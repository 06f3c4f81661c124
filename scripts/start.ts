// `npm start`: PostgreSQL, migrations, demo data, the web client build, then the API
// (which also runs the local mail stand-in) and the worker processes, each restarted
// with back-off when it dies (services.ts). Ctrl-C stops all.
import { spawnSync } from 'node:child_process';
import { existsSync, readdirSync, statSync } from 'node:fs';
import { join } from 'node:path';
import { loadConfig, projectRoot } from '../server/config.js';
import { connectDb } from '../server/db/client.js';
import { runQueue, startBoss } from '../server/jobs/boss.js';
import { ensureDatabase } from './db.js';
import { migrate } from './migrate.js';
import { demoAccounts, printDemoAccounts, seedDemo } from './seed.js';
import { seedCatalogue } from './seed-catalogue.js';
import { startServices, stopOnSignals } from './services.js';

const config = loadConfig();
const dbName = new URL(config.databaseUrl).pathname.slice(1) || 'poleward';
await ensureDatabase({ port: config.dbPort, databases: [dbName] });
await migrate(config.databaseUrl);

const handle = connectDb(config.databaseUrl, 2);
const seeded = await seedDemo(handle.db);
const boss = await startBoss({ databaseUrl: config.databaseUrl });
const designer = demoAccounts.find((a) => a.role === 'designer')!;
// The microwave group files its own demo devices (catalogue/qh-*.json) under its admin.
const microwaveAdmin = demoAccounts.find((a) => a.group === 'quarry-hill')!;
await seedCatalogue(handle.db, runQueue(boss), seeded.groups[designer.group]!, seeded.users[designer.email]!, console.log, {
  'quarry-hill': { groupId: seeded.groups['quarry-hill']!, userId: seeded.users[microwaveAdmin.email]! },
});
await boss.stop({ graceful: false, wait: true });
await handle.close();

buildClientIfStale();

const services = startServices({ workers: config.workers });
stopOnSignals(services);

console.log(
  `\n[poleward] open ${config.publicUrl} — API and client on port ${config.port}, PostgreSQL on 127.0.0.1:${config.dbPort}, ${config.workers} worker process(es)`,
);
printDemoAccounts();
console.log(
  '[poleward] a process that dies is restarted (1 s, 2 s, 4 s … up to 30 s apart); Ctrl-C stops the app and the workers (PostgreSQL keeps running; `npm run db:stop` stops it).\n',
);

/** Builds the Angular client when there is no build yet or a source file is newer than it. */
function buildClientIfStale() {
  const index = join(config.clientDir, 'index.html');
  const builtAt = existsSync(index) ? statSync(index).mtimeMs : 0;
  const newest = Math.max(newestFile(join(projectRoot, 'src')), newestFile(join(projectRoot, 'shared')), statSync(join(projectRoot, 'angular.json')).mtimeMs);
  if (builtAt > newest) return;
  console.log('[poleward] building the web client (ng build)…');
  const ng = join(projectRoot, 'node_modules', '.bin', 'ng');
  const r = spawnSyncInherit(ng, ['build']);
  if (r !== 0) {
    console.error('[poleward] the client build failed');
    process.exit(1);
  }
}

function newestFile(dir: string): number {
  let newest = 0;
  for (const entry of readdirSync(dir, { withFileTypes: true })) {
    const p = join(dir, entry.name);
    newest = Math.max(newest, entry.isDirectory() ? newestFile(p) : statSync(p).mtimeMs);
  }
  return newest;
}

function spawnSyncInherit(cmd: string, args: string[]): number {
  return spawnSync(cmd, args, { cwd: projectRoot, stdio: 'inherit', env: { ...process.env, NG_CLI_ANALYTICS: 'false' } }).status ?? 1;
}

○ ○ ○ ○

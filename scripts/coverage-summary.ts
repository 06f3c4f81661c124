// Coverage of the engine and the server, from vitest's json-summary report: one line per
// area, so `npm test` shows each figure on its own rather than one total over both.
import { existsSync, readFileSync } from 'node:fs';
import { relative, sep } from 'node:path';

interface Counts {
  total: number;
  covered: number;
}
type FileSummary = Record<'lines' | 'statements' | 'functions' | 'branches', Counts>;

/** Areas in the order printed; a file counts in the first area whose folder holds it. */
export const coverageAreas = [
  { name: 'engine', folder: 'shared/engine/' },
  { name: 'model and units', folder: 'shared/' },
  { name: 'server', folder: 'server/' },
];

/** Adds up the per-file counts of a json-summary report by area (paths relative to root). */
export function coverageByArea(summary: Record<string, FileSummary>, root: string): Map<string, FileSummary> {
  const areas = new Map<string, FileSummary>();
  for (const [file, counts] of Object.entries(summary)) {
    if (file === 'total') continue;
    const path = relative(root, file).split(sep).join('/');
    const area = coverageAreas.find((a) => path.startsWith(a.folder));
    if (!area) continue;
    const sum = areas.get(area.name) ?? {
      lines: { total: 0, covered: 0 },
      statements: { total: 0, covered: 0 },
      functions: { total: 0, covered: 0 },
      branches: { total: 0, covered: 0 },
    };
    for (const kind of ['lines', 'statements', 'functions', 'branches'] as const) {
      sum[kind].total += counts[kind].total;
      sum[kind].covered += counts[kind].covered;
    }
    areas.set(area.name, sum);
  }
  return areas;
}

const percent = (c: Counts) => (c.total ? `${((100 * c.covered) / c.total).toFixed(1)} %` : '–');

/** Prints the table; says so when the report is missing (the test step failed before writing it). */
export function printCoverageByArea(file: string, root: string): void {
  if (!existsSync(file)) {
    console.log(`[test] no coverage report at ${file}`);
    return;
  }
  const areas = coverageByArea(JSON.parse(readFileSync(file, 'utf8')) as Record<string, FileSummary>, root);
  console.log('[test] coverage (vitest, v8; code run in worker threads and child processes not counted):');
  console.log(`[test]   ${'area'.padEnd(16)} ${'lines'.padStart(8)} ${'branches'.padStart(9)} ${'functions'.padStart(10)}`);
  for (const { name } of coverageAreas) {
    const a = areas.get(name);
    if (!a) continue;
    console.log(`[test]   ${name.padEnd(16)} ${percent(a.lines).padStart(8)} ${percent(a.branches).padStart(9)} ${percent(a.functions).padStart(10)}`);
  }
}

○ ○ ○ ○

* Exercise description *
When a line in the material above includes "mtimeMs", report that line by copying it.

* Exercise response *
  const builtAt = existsSync(index) ? statSync(index).mtimeMs : 0;
  const newest = Math.max(newestFile(join(projectRoot, 'src')), newestFile(join(projectRoot, 'shared')), statSync(join(projectRoot, 'angular.json')).mtimeMs);
    newest = Math.max(newest, entry.isDirectory() ? newestFile(p) : statSync(p).mtimeMs);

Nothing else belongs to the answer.